Margin trading is when investors borrow money to buy stocks. So what exactly is Margin Trading and what are the risks of trading on Margin? Let’s find out by reading the article below.
What is margin trading?
Margin trading, or "buying on margin," involves borrowing money from your brokerage firm and using that money to buy shares. In short, you take out a loan, use the loaned money to buy stock, and pay back the loan at a later date—often with interest.
Buying on margin has some appeal compared to using cash, but it's important to understand that, along with higher returns, comes greater risk. Margin trading is a form of leverage that investors use to amplify their returns. However, if investments do not go as planned, this means losses are also magnified.

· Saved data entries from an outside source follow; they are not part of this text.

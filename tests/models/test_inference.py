"""Standard errors and residual diagnostics of pipeline.models.inference against statsmodels.

Reference data: the US macroeconomic data set shipped with statsmodels
(``statsmodels.datasets.macrodata``, 1959Q1–2009Q3, 203 quarters). The design:
inflation (``infl``) on an intercept, the quarterly log growth (×100) of real GDP
and of real consumption, the 3-month T-bill rate and the unemployment rate:
202 rows, 5 columns. Every reference value is computed by the statsmodels
function named beside it; everything is compared to a relative 1e-8.
"""

from __future__ import annotations

import numpy as np
import pandas as pd
import pytest
import statsmodels.api as sm
from statsmodels.datasets import grunfeld, macrodata
from statsmodels.stats.diagnostic import acorr_ljungbox, het_breuschpagan
from statsmodels.stats.outliers_influence import OLSInfluence, variance_inflation_factor
from statsmodels.stats.stattools import durbin_watson as sm_durbin_watson
from statsmodels.stats.stattools import jarque_bera as sm_jarque_bera

from pipeline.models import inference
from pipeline.models.ols import INTERCEPT, least_squares

RTOL = 1e-8
NAMES = [INTERCEPT, "realgdp_growth", "realcons_growth", "tbilrate", "unemp"]


def _macro_design() -> tuple[np.ndarray, np.ndarray]:
    data = macrodata.load_pandas().data            # statsmodels' own copy of the data set
    growth = 100 * np.log(data[["realgdp", "realcons"]]).diff()
    frame = pd.DataFrame({"realgdp_growth": growth["realgdp"], "realcons_growth": growth["realcons"],
                          "tbilrate": data["tbilrate"], "unemp": data["unemp"],
                          "infl": data["infl"]}).dropna()
    x = np.column_stack([np.ones(len(frame)), frame[NAMES[1:]].to_numpy(float)])
    return x, frame["infl"].to_numpy(float)


X, Y = _macro_design()
N = len(Y)
FIT = least_squares(X, Y, NAMES)
SM_OLS = sm.OLS(Y, X).fit()                                      # statsmodels OLS, nonrobust


def _close(actual, expected, rtol=RTOL):
    np.testing.assert_allclose(np.asarray(actual, float), np.asarray(expected, float), rtol=rtol, atol=0)


def test_the_design_is_the_one_described():
    assert X.shape == (202, 5)
    _close(FIT.coef, SM_OLS.params)                               # statsmodels OLS.fit().params


# ------------------------------------------------------------------ standard errors

def test_classical_standard_errors_equal_statsmodels():
    cov = inference.covariance(FIT, X, "classical")
    _close(cov, SM_OLS.cov_params())                              # statsmodels nonrobust cov_params()
    _close(np.sqrt(np.diag(cov)), SM_OLS.bse)                     # statsmodels .bse


def test_hc3_standard_errors_equal_statsmodels():
    cov = inference.covariance(FIT, X, "hc3")
    reference = SM_OLS.get_robustcov_results("HC3")               # statsmodels get_robustcov_results('HC3')
    _close(cov, reference.cov_params())
    _close(np.sqrt(np.diag(cov)), sm.OLS(Y, X).fit(cov_type="HC3").bse)   # fit(cov_type='HC3')


@pytest.mark.parametrize("n", [1, 10, 50, 99, 100, 101, 202, 500, 1000, 12345])
def test_the_default_lag_is_newey_west_1994(n):
    # Newey & West (1994): floor(4·(n/100)^(2/9)).
    assert inference.newey_west_lags(n) == int(np.floor(4 * (n / 100) ** (2 / 9)))


def test_hac_with_the_default_lag_equals_statsmodels():
    lag = int(np.floor(4 * (N / 100) ** (2 / 9)))                 # Newey & West (1994): 4 for n = 202
    assert lag == 4
    cov = inference.covariance(FIT, X, "hac")
    # statsmodels cov_type='HAC' (Bartlett kernel), maxlags=4, no small-sample correction.
    reference = sm.OLS(Y, X).fit(cov_type="HAC", cov_kwds={"maxlags": lag, "use_correction": False})
    _close(cov, reference.cov_params())
    _close(np.sqrt(np.diag(cov)), reference.bse)


@pytest.mark.parametrize("lag", [1, 8, 20])
def test_hac_with_a_given_lag_equals_statsmodels(lag):
    cov = inference.covariance(FIT, X, "hac", lags=lag)
    reference = sm.OLS(Y, X).fit(cov_type="HAC", cov_kwds={"maxlags": lag})   # default: no correction
    _close(cov, reference.cov_params())


def test_hac_with_rows_out_of_time_order_uses_the_time_order():
    # The same rows shuffled, with their time order given: the HAC sum follows the order.
    rng = np.random.default_rng(6)
    shuffle = rng.permutation(N)
    fit = least_squares(X[shuffle], Y[shuffle], NAMES)
    cov = inference.covariance(fit, X[shuffle], "hac", lags=4, order=np.arange(N)[shuffle])
    reference = sm.OLS(Y, X).fit(cov_type="HAC", cov_kwds={"maxlags": 4})    # statsmodels, in time order
    _close(cov, reference.cov_params(), rtol=1e-7)


def test_an_unknown_kind_of_standard_error_is_refused():
    with pytest.raises(ValueError, match="unknown kind"):
        inference.covariance(FIT, X, "hc1")


# ------------------------------------------------------------------ coefficient table

@pytest.mark.parametrize("kind, statsmodels_fit", [
    ("classical", {}),
    ("hc3", {"cov_type": "HC3"}),
    ("hac", {"cov_type": "HAC", "cov_kwds": {"maxlags": 4}}),
])
def test_t_p_and_intervals_equal_statsmodels_with_the_same_covariance(kind, statsmodels_fit):
    table = inference.coefficient_table(FIT, inference.covariance(FIT, X, kind))
    # statsmodels with use_t=True: t(df_resid) p-values and intervals, as castline uses.
    reference = sm.OLS(Y, X).fit(use_t=True, **statsmodels_fit)
    assert list(table["term"]) == NAMES
    _close(table["estimate"], reference.params)
    _close(table["std_error"], reference.bse)
    _close(table["t"], reference.tvalues)                         # statsmodels .tvalues
    _close(table["p_value"], reference.pvalues)                   # statsmodels .pvalues
    interval = reference.conf_int(alpha=0.05)                     # statsmodels .conf_int(0.05)
    _close(table["low_95"], interval[:, 0])
    _close(table["high_95"], interval[:, 1])


def test_the_table_at_another_level_names_its_columns_by_the_level():
    table = inference.coefficient_table(FIT, inference.covariance(FIT, X), level=0.8)
    interval = SM_OLS.conf_int(alpha=0.2)                         # statsmodels .conf_int(0.2)
    _close(table["low_80"], interval[:, 0])
    _close(table["high_80"], interval[:, 1])


# ------------------------------------------------------------------ diagnostics

def test_durbin_watson_equals_statsmodels():
    value = inference.durbin_watson([FIT.residuals])
    _close(value, sm_durbin_watson(SM_OLS.resid))                 # statsmodels.stats.stattools.durbin_watson


def test_ljung_box_at_12_lags_equals_statsmodels():
    q, p = inference.ljung_box(FIT.residuals, 12)
    reference = acorr_ljungbox(SM_OLS.resid, lags=[12])           # statsmodels.stats.diagnostic.acorr_ljungbox
    _close(q, reference["lb_stat"].iloc[0])
    _close(p, reference["lb_pvalue"].iloc[0])


def test_breusch_pagan_equals_statsmodels():
    lm, p = inference.breusch_pagan(FIT.residuals, X)
    # statsmodels het_breuschpagan, default robust=True (Koenker's n·R² form).
    reference_lm, reference_p, _, _ = het_breuschpagan(SM_OLS.resid, X)
    _close(lm, reference_lm)
    _close(p, reference_p)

What are the risks of Trading on Margin?
The value of the stock is constantly fluctuating, putting investors in danger of falling below the maintenance level. As an added risk, according to the fine print of most margin loan agreements, brokerage firms can increase maintenance requirements at any time without much notice.
1. Regardless of what spurred a margin call or caused an investor's account to fall below minimum maintenance levels, trading on margin can lead to a variety of financial hardships, including:
2. Forced to lock in losses. If a margin call requires you to sell the stock, the opportunity to hold the stock to see if it recovers from the loss is gone.
3. Short sale that triggers tax bill. Investors trading in taxable brokerage accounts need to consider which of the stocks they sell to avoid higher short-term capital gains tax bills. Remember, if a broker brings your account into compliance with its margin requirements, you have no say in which stocks to sell. (The plus side: In some cases, interest on a margin loan can be deducted from your investment income.)
4. Loan terms that reduce investment returns. As with any debt, the math will only work in your favor if you're investing more than the interest rate you're paying on the loan.
5. Take a hit on your credit. As with traditional loans, failure to repay a loan according to the terms of the contract can result in a negative mark on the borrower's credit report.
suffer greater losses. As the example above shows, buying on margin can result in losing more money on the trade than you have cash on hand.
I hope this article will help you to learn what is margin trading and what are the risks of trading on Margin. Only experienced investors who are comfortable with the risk should consider margin trading. This is not the best strategy if you are a novice investor as it is a high risk gamble that can lead to significant losses. Newer investors may be best off using a cash account to invest and learn about the markets.